Thursday, April 26, 2007

The business of begging

Xiao Hua tried to escape from his "parents" but he failed - again.

The 13-year-old has congenital disfigured feet so he can only get around by using his hands and arms to push his body on a simple wooden board with wheels.

His "parents", Gong Baoliang and Wang Sulan found him trying to flee and they dragged him back to his "home" on an overpass in Beijing.

The noise draws the attention of a policeman who is on duty. Xiao weeps, saying the couple is not his parents, but his bosses who have him rented as a beggar.

Xiao is from a poverty-stricken family in Central China's Henan Province. Gong and Wang talked to Xiao's parents, claiming they wanted to take him back to Beijing to have him run their business in Beijing. Thinking their son would have a better life in the big city, his parents agreed and were promised 6,000 yuan (US$779) a year.

But Xiao's life in the Chinese capital was far from prosperous. Gong and Wang's business was in fact forcing Xiao to beg on the streets.

"I have no other alternative but to escape, " he said.

This was the fourth time Xiao tried to escape - and failed. Last winter, he took a train to Shijiazhang, a city in North China's Hebei province after he could not bear the abuse from his bosses.

"I have only one meal every day," Xiao explained. If he was not able to make enough money that day from begging, his bosses will beat him.

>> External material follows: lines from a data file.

def cmd_features(args: argparse.Namespace) -> int:
    """Build the daily drivers, align the lab results: write the training table."""
    def work(pipeline: SitePipeline) -> None:
        table = pipeline.training_table()
        written = pipeline.write_training_table(table, csv=args.csv)
        print(f"{pipeline.spec.name} ({pipeline.spec.site_id}): training table of "
              f"{table.shape[0]:,} issue days x {table.shape[1]} columns")
        print("\n".join(_label_balance_lines(pipeline, table)))
        for path in written:
            print(f"  wrote {path}")

    return each_site(_config(args), work)


def cmd_train(args: argparse.Namespace) -> int:
    """Fit each site's risk model, save it under models/, print its model card."""
    from cyanorisk.report.modelcard import model_card_text

    def work(pipeline: SitePipeline) -> None:
        models, path = pipeline.train(cross_validation=not args.no_cv)
        print(model_card_text(models.card, str(path)))

    return each_site(_config(args), work)


def _report(pipeline: SitePipeline, as_of, store_url: str, out: list | None = None) -> int:
    """Write one site's report; print its headline, or with ``out`` append its JSON document
    and files there instead."""
    from cyanorisk.forecast import STATUS_ASSESSED, changes_since
    from cyanorisk.report.document import report_document
    from cyanorisk.service.history import previous_from

    assessment = pipeline.assess(as_of)
    assessment.changes = changes_since(assessment, previous_from(
        store_url, pipeline.spec.site_id, str(assessment.as_of.date())))
    paths = pipeline.write_report(assessment)
    if out is not None:
        out.append({"site_id": pipeline.spec.site_id, "files": [str(p) for p in paths],
                    "report": report_document(assessment)})
    else:
        print(f"{pipeline.spec.name}: {assessment.headline}")
        for p in paths:
            print(f"  wrote {p}")
    return 0 if assessment.status == STATUS_ASSESSED else EXIT_INSUFFICIENT


def cmd_report(args: argparse.Namespace) -> int:
    """Write each site's daily report (HTML, JSON, text) under reports/. Exit status 3 when a
    site's data were insufficient for an outlook (the report says so and is written)."""
    config = _config(args)
    out: list | None = [] if args.json else None
    status = each_site(config, lambda p: _report(p, args.as_of, config.store_url, out))
    if out is not None:
        _print_json(out)
    return status


def _backtests(config: Config, seasons: str | None, bar: bool) -> dict:
    """Every site's backtest, spread over the engine of ``[compute]``: site id -> its run, or
    the exception that stopped it."""
    from cyanorisk.compute import open_engine
    from cyanorisk.pipeline.many import backtest_sites

    with open_engine(config.compute) as engine:
        return backtest_sites(config, seasons, engine, progress=bar, stream=sys.stderr)


def _given(run):
    """A site's backtest run, or raise what stopped it (for :func:`each_site` to tell)."""
    if isinstance(run, Exception):
        if isinstance(run, CyanoriskError):
            raise run
        from cyanorisk.errors import BacktestError

        # not a lack of data (status 3) but a fault: said in one sentence, status 1
        raise BacktestError(f"the backtest failed: {type(run).__name__}: {run}")
    return run


def cmd_backtest(args: argparse.Namespace) -> int:
    """Walk-forward backtest of each site over past seasons; write forecasts, scores, page.
    Sites and seasons are spread over the engine of ``[compute]``."""
    out: list | None = [] if args.json else None
    config = _config(args)
    runs = _backtests(config, args.seasons, out is None)
    status = each_site(config, lambda p: _backtest(p, _given(runs[p.spec.site_id]), out))
    if out is not None:
        _print_json(out)
    return status


def _backtest(pipeline: SitePipeline, run, out: list | None = None) -> None:
    from cyanorisk.report.backtest_page import season_sentences

    paths = pipeline.write_backtest(run)
    result = run.result
    if out is not None:
        out.append({"site_id": pipeline.spec.site_id, "seasons": run.span,
                    "replayed": result.replayed,
                    "not_replayed": {str(k): v for k, v in result.not_replayed.items()},
                    "overall": result.overall.to_dict(orient="records"),
                    "seasons_in_words": {title: sentences for title, sentences
                                         in season_sentences(result, pipeline.spec.levels)},
                    "files": [str(p) for p in paths]})
        return
    print(f"{pipeline.spec.name} ({pipeline.spec.site_id}): backtest of seasons {run.span}"
          + (f" (not replayed: {', '.join(str(s) for s in sorted(result.not_replayed))})"
             if result.not_replayed else ""))
    overall = result.overall[result.overall["source"] == "model"]
    for _, r in overall.iterrows():
        clim = result.overall[(result.overall["source"] == "climatology")
                              & (result.overall["level"] == r["level"])].iloc[0]
        print(f"  {r['level']}: ROC AUC {r['roc_auc']:.3f} [{r['roc_auc_low']:.3f}, "
              f"{r['roc_auc_high']:.3f}] (climatology {clim['roc_auc']:.3f}); Brier skill "
              f"vs climatology {r['brier_skill']:.3f} [{r['brier_skill_low']:.3f}, "
              f"{r['brier_skill_high']:.3f}]")
    for title, sentences in season_sentences(result, pipeline.spec.levels):
        print(f"  {title}:")
        for sentence in sentences:
            print(f"    {sentence}")
    for note in result.notes:
        print(f"  note: {note}")
    for p in paths:
        print(f"  wrote {p}")


def cmd_tune(args: argparse.Namespace) -> int:
    """Tune each level's warning threshold on a backtest and write a proposal; with
    ``--accept``, put the proposal in force."""
    if args.accept:
        if args.miss_cost is not None or args.target_hit_rate is not None:
            raise OptionError("--accept", "accepts the proposal already written; give it alone, "
                                          "without --miss-cost or --target-hit-rate")
        from cyanorisk.service.jobs import utc_clock

        when = utc_clock()  # the clock is read here, at the edge
        return each_site(_config(args), lambda p: _accept(p, when))
    if (args.miss_cost is None) == (args.target_hit_rate is None):
        raise ConfigError(args.config, None, "give either --miss-cost or --target-hit-rate")
    out: list | None = [] if args.json else None
    config = _config(args)
    runs = _backtests(config, args.seasons, out is None)
    status = each_site(config, lambda p: _tune(p, _given(runs[p.spec.site_id]), args, out))
    if out is not None:
        _print_json(out)
    return status


def _accept(pipeline: SitePipeline, when: str) -> None:
    path, thresholds = pipeline.accept_tuning(when)
    print(f"{pipeline.spec.name} ({pipeline.spec.site_id}): thresholds accepted and in force "
          "from the next report: " + ", ".join(f"{n} {v:.2f}" for n, v in
                                               thresholds.warn_at.items()))
    print(f"  wrote {path}")


def _tune(pipeline: SitePipeline, run, args: argparse.Namespace, out: list | None = None) -> None:
    choices, problems = pipeline.tune(run, miss_cost=args.miss_cost,
                                      target_hit_rate=args.target_hit_rate)
    if out is not None:
        written = pipeline.write_tuning(choices, run.span) if choices else []
        out.append({"site_id": pipeline.spec.site_id, "seasons": run.span,
                    "proposed": {c.level: {"warn_at": c.threshold, "rule": c.rule,
                                           "verdict": c.verdict()} for c in choices},
                    "problems": problems, "in_force": False,
                    "files": [str(p) for p in written]})
        return
    print(f"{pipeline.spec.name} ({pipeline.spec.site_id}): thresholds tuned on seasons "
          f"{run.span}")
    for c in choices:
        print(f"  {c.level}: {c.rule}")
        cols = ["threshold", "hits", "misses", "false_alarms", "event_hits", "event_misses",
                "hit_rate", "false_alarm_ratio", "mean_lead_time_days"]
        rows = c.table[c.table["threshold"].isin([0.1, 0.2, 0.3, 0.4, 0.5, 0.6, 0.7, 0.8, 0.9,
                                                  c.threshold])]
        print("    " + rows[cols].to_string(index=False, float_format=lambda v: f"{v:.2f}")
              .replace("\n", "\n    "))
        print(f"    proposed: warn at {c.threshold:.2f}; {c.verdict()}")
    for problem in problems:
        print(f"  {problem}")
    if choices:
        for p in pipeline.write_tuning(choices, run.span):
            print(f"  wrote {p}")
        config_hint = f" --config {args.config}" if args.config else ""
        print(f"  the proposal is not in force: review it, then `cyanorisk tune{config_hint} "
              "--accept`")


def cmd_serve(args: argparse.Namespace) -> int:
    """Run the daily jobs on schedule in the foreground until SIGTERM or Ctrl-C."""
    import logging
    import signal

    from apscheduler.schedulers.blocking import BlockingScheduler

    from cyanorisk.service.scheduler import _now, add_jobs, add_listeners, catch_up

    logging.basicConfig(level=logging.INFO, format="%(asctime)s %(name)s %(message)s")
    config = _config(args)
    path = str(args.config) if args.config else None
    if config.service.catch_up and not args.no_catch_up and not args.every:
        catch_up(path, _now())
    scheduler = BlockingScheduler()
    add_listeners(scheduler, config)
    add_jobs(scheduler, config, path, args.every, args.as_of)
    for job in scheduler.get_jobs():
        logging.getLogger("cyanorisk.service").info("scheduled %s: %s", job.id, job.trigger)

    def stop(signum, frame):
        logging.getLogger("cyanorisk.service").info("stopping (signal %s)", signum)
        scheduler.shutdown(wait=False)

    signal.signal(signal.SIGTERM, stop)
    signal.signal(signal.SIGINT, stop)
    scheduler.start()
    return 0


def cmd_status(args: argparse.Namespace) -> int:
    """Per site: last run, its status, last level, data freshness."""
    from cyanorisk.service.scheduler import site_status, status_lines

    config = _config(args)
    if args.json:
        _print_json(site_status(config))
        return 0
    for line in status_lines(config):
        print(line)
    return 0


def cmd_run(args: argparse.Namespace) -> int:
    """Run the daily job once for a date (as the scheduler would), recording it in the store.
    Exit status 1 when a site failed, 3 when a site's data were insufficient for an outlook."""
    from cyanorisk.forecast import STATUS_INSUFFICIENT
    from cyanorisk.service.jobs import run_daily, utc_clock

    config = _config(args)
    as_of = args.as_of
    if as_of is None:  # today, in the first site's zone (the clock is read here, at the edge)
        from cyanorisk.service.scheduler import _now, local_today

        as_of = local_today(config.sites[0], _now())
    from cyanorisk.compute import Progress

    bar = Progress(len(config.sites), f"run {as_of}", stream=sys.stderr)
    result = run_daily(as_of, config, clock=utc_clock, progress=bar)
    if args.json:
        import dataclasses

        _print_json({"as_of": result.as_of, "run_id": result.run_id, "status": result.status,
                     "sites": [dataclasses.asdict(o) for o in result.sites]})
    for o in result.sites if not args.json else ():
        print(f"{result.as_of} {o.site_id}: {o.action} (revision {o.revision}, "
              f"{o.level or o.status}); {o.reason}")
        if o.notification:
            print(f"  notification: {o.notification}")
    if result.status == "interrupted":
        print(f"cyanorisk: the run for {result.as_of} was interrupted (a worker was lost); run it "
              "again to complete it", file=sys.stderr)
    return worst([EXIT_DATA if o.action in ("failed", "interrupted") else
                  EXIT_INSUFFICIENT if o.status == STATUS_INSUFFICIENT else 0 for o in result.sites])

Xiao has been begging for five years now. And he has begged in many places, including Chongqing, Hangzhou, Wuhan and Tianjin. Beijing is his fifth city and he has been there for two years.

He is not the only victim of a fast-growing begging business in China. The exploitation of disabled beggars is a common sight in Beijing, on roadsides, overpasses, and bus stops where they try to win sympathy from passersby.

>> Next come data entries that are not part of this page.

"""The site pipeline: every file a site has on disk (:class:`SiteWorkspace`) and the one
orchestrator of its data (:class:`SitePipeline`)."""

from cyanorisk.pipeline.clean import CleanData
from cyanorisk.pipeline.site import BacktestRun, SitePipeline
from cyanorisk.pipeline.workspace import SiteWorkspace

__all__ = ["BacktestRun", "CleanData", "SitePipeline", "SiteWorkspace"]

The Chinese government is trying to help beggars out of their dire situations. In 2003, the central government implemented the Management of Street Beggars in Cities plan, with stations that provide food and shelter for the homeless in major cities.

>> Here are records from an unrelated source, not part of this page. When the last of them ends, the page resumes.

class SitePipeline:
    """Everything cyanorisk does for one site, over its :class:`SiteWorkspace`.

    Parameters
    ----------
    site : cyanorisk.config.Site
        The site's settings (``site.spec`` is what the core computes with).
    workspace : SiteWorkspace
        Where its files are.
    config_path : str
        The configuration's name, for hints in messages.
    run_day : datetime.date, optional
        The day of this run (by default today, by this machine's clock): readings and samples
        dated after the day after it are not plausible (``[ingest] latest_date`` overrides).
    """

    def __init__(self, site: Site, workspace: SiteWorkspace, config_path: str = "",
                 run_day: date | None = None) -> None:
        self.site = site
        self.workspace = workspace
        self.config_path = config_path
        self.run_day = run_day or date.today()
        self._digests: dict[str, str] | None = None
        self._clean: CleanData | None = None
        self._thresholds: Thresholds | None = None

    @classmethod
    def of(cls, config: Config, site: Site, run_day: date | None = None) -> SitePipeline:
        """The pipeline of a configured site."""
        return cls(site, SiteWorkspace.of(config, site.id), config.path, run_day)

    @property
    def spec(self) -> SiteSpec:
        return self.site.spec

    # inputs ------------------------------------------------------------------------------------

    def raw_files(self) -> list[Path]:
        """The site's weather files, then its lab files, as configured."""
        samples = list(self.site.samples.files) if self.site.samples else []
        return list(self.site.weather.files) + samples

    def digests(self) -> dict[str, str]:
        """Content hashes of the raw files (computed once per pipeline).

        Raises
        ------
        ConfigError
            When a file pattern of the site matches nothing (this site fails, not the others).
        """
        if self.site.problems:
            raise self.site.problems[0]
        if self._digests is None:
            self._digests = {str(p): file_digest(p) for p in self.raw_files()}
        return self._digests

    def check(self) -> SiteCheck:
        """Try everything this site will be asked to do, writing nothing: every file parsed,
        the series put on its grid, the drivers built and matched against the station, the
        seasons counted (see :mod:`cyanorisk.pipeline.check`)."""
        return check_site(self)

    # 1. clean data -----------------------------------------------------------------------------

    def clean(self, *, reuse: bool = True) -> CleanData:
        """The clean tables: reused while the raw files and their settings are unchanged,
        otherwise ingested (each raw file parsed again only if its bytes changed) and written."""
        if self._clean is None or not reuse:
            latest = self.site.ingest.latest_date or self.run_day + timedelta(days=1)
            self._clean = clean_site(self.site, self.workspace, self.digests(), reuse=reuse,
                                     latest=latest)
        return self._clean

    # 2. training table -------------------------------------------------------------------------

    def training_table(self) -> pd.DataFrame:
        """Drivers for every issue day, the last count known then and the outcome labels."""
        clean = self.clean()
        return training_table(self.spec, clean.weather, clean.totals)

    def write_training_table(self, table: pd.DataFrame, csv: bool = False) -> list[Path]:
        target = self.workspace.training_table
        writers = {target: lambda tmp: table.to_parquet(tmp, engine="pyarrow")}
        if csv:
            writers[target.with_suffix(".csv")] = lambda tmp: table.to_csv(tmp)
        return write_group(writers)

    # 3. train ----------------------------------------------------------------------------------

    def train(self, table: pd.DataFrame | None = None, *,
              cross_validation: bool = True) -> tuple[SiteModels, Path]:
        """Fit the site's models, save them atomically, and return them with their file.

        Raises
        ------
        InsufficientDataError
            When the data cannot fit a model, saying why (nothing is written).
        """
        try:
            models = fit_site(self.spec, self.training_table() if table is None else table,
                              cross_validation=cross_validation)
        except (ValueError, RuntimeError) as exc:
            if isinstance(exc, CyanoriskError):
                raise
            raise InsufficientDataError(f"{self.spec.name} ({self.spec.site_id}): the model "
                                        f"cannot be fitted: {exc}") from None
        path, text = self.workspace.model_text(models)
        write_group({path: lambda tmp: tmp.write_text(text, encoding="utf-8")})
        return models, path

    def models(self) -> SiteModels:
        return self.workspace.load_models(self.config_path)

    def thresholds(self) -> Thresholds:
        """The warning thresholds in force for the site (read once per pipeline): those set in
        the configuration, else the accepted tuned ones, else the default."""
        if self._thresholds is None:
            spec = self.spec
            if spec.warn_at:
                self._thresholds = Thresholds({**Thresholds.default(spec.levels).warn_at,
                                               **spec.warn_at}, spec.warn_at_source)
            else:
                self._thresholds = self.workspace.load_thresholds(spec.levels)
        return self._thresholds

    # 4. assess and report ----------------------------------------------------------------------

    def assess(self, as_of: pd.Timestamp | str | None = None) -> Assessment:
        """The assessment of the local date ``as_of`` (default: the last day of the weather
        record), from the clean data and the saved models."""
        models = self.models()
        thresholds = self.thresholds()
        clean = self.clean()
        day = (pd.Timestamp(as_of) if as_of is not None
               else default_as_of(clean.weather, self.spec.timezone))
        return assess(self.spec, models, clean.weather, clean.totals, day, thresholds, clean.rows)

    def lab_level_or_none(self, as_of: pd.Timestamp | str) -> InForce | None:
        """The level in force from the lab on a day, when the clean data can be read (for the
        'no assessment today' report); None when they cannot."""
        try:
            clean = self.clean()
            day = pd.Timestamp(as_of).normalize()
            issue = issue_instants(pd.DatetimeIndex([day]), self.spec.timezone,
                                   self.spec.issue_time)[0]
            return lab_level(known_samples(clean.totals, issue, self.spec), self.spec)
        except Exception:  # the data are what failed: the report says the level is not known
            return None

    def write_report(self, assessment: Assessment) -> list[Path]:
        """Write the HTML, JSON and text renderings atomically, as a group."""
        return self.write_rendered(render_report(assessment))

    def write_rendered(self, rendered: RenderedReport) -> list[Path]:
        """Write a rendered report's files atomically, as a group."""
        files = self.workspace.report_files(rendered.stem)
        return write_group({files[suffix]: (lambda tmp, text=text: tmp.write_text(text, encoding="utf-8"))
                            for suffix, text in rendered.texts.items()})

    # 5. backtest and tune ----------------------------------------------------------------------

    def backtest_inputs(self, seasons_text: str | None = None) -> BacktestInputs:
        """What a backtest over the requested seasons ('2015-2022'; default: all but the
        first) needs: the training table, the per-sample totals, the seasons, the thresholds."""
        table = self.training_table()
        available = sorted(set(season_of(table["issue_date"], self.spec.season_start_month).tolist()))
        seasons = parse_seasons(seasons_text, available)
        return BacktestInputs(self.spec, table, self.clean().totals, seasons, self.thresholds())

    def backtest(self, seasons_text: str | None = None,
                 progress: Progress | None = None) -> BacktestRun:
        """The walk-forward backtest over the requested seasons ('2015-2022'; default: all but
        the first), in this process."""
        b = self.backtest_inputs(seasons_text)
        return b.run(walk_forward(b.spec, b.table, b.totals, b.seasons, b.thresholds, progress))

    def write_backtest(self, run: BacktestRun) -> list[Path]:
        """Forecasts (CSV), scores per season and overall (CSV) and the page, as a group."""
        from cyanorisk.report.backtest_page import render_backtest

        spec = self.spec
        cells = [(lvl.name, t.value) for lvl in spec.scheme.levels for t in lvl.thresholds
                 if t.measure == "cyano_cells_per_ml" and not t.detection]
        folder = self.workspace.backtest_folder(run.span)
        result = run.result
        page = render_backtest(spec.name, result, _season_counts(spec, run.totals), spec.levels,
                               cells, run.span, dict(self.thresholds().warn_at))
        by_horizon = [f"{kind}_{h}d" for h in spec.horizons for kind in ("probability", "outcome")]
        forecasts = result.forecasts[["site_id", "season", "issue_date", "level", "horizon_days",
                                      "probability", "outcome", "climatology", "persistence",
                                      "warned", "warn_horizon_days", "warn_probability",
                                      "warn_outcome", "family", *by_horizon]]
        return write_group({
            folder / "forecasts.csv": lambda tmp: forecasts.to_csv(tmp, index=False),
            folder / "scores_by_season.csv": lambda tmp: result.scores.to_csv(tmp, index=False),
            folder / "scores_overall.csv": lambda tmp: result.overall.to_csv(tmp, index=False),
            folder / "scores_by_horizon.csv":
                lambda tmp: result.horizon_scores.to_csv(tmp, index=False),
            folder / "reliability.csv": lambda tmp: result.reliability.to_csv(tmp, index=False),
            folder / "backtest.html": lambda tmp: tmp.write_text(page, encoding="utf-8"),
        })

    def tune(self, run: BacktestRun, *, miss_cost: float | None,
             target_hit_rate: float | None) -> tuple[list[Choice], list[str]]:
        """Tune every level's threshold on a backtest; levels whose target cannot be met are
        reported, not guessed."""
        choices, problems = [], []
        for level in self.spec.levels:
            try:
                choices.append(tune_level(run.result.forecasts, run.result.exceedances, level,
                                          miss_cost=miss_cost, target_hit_rate=target_hit_rate))
            except ValueError as exc:
                problems.append(f"{level}: {exc}; its threshold is left as it was")
        return choices, problems

    def write_tuning(self, choices: list[Choice], span: str) -> list[Path]:
        """The thresholds proposal (not in force until accepted) and the trade-off plot."""
        from cyanorisk.report.backtest_page import tradeoff_plot
        from cyanorisk.report.figures import new_figure, png_bytes

        fig, axes = new_figure(8, 3.2 * len(choices) + 0.4, max(len(choices), 1), 1)
        tradeoff_plot(choices, np.ravel(axes))
        tuned = {c.level for c in choices}
        earlier = self.workspace.load_thresholds(self.spec.levels)
        kept = ({level: v for level, v in earlier.warn_at.items() if level not in tuned}
                if earlier.tuned else {})  # levels not tuned now keep their threshold
        text = proposal_toml(self.spec.site_id, choices, span, kept)
        image = png_bytes(fig)
        return write_group({
            self.workspace.proposal_file: lambda tmp: tmp.write_text(text, encoding="utf-8"),
            self.workspace.tuning_plot(span): lambda tmp: tmp.write_bytes(image),
        })

    def accept_tuning(self, accepted_at: str) -> tuple[Path, Thresholds]:
        """Put the proposed thresholds in force; the time of acceptance is kept with them.

        Raises
        ------
        ModelFileError
            When there is no proposal, or it is not one the site's scheme can use.
        """
        proposal = self.workspace.proposal_file
        if not proposal.exists():
            raise ModelFileError(f"{proposal}: no thresholds proposal for site "
                                 f"'{self.spec.site_id}'; run `cyanorisk tune` first")
        read_thresholds(proposal, self.spec.levels)  # a proposal the scheme cannot use stops here
        text = accepted_toml(proposal.read_text(encoding="utf-8"), accepted_at)
        target = self.workspace.thresholds_file
        write_group({target: lambda tmp: tmp.write_text(text, encoding="utf-8")})
        self._thresholds = None
        return target, self.workspace.load_thresholds(self.spec.levels)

But the aid stations say they need more help in getting the growing numbers of people off the streets.

Although the beggars can get help at aid stations, they would rather stay on the streets where they can make money, says Renmin University Professor Li Yingsheng.

"The poorest beggars who cannot make a living don't want to seek help because they think the station will not solve their problems," he said.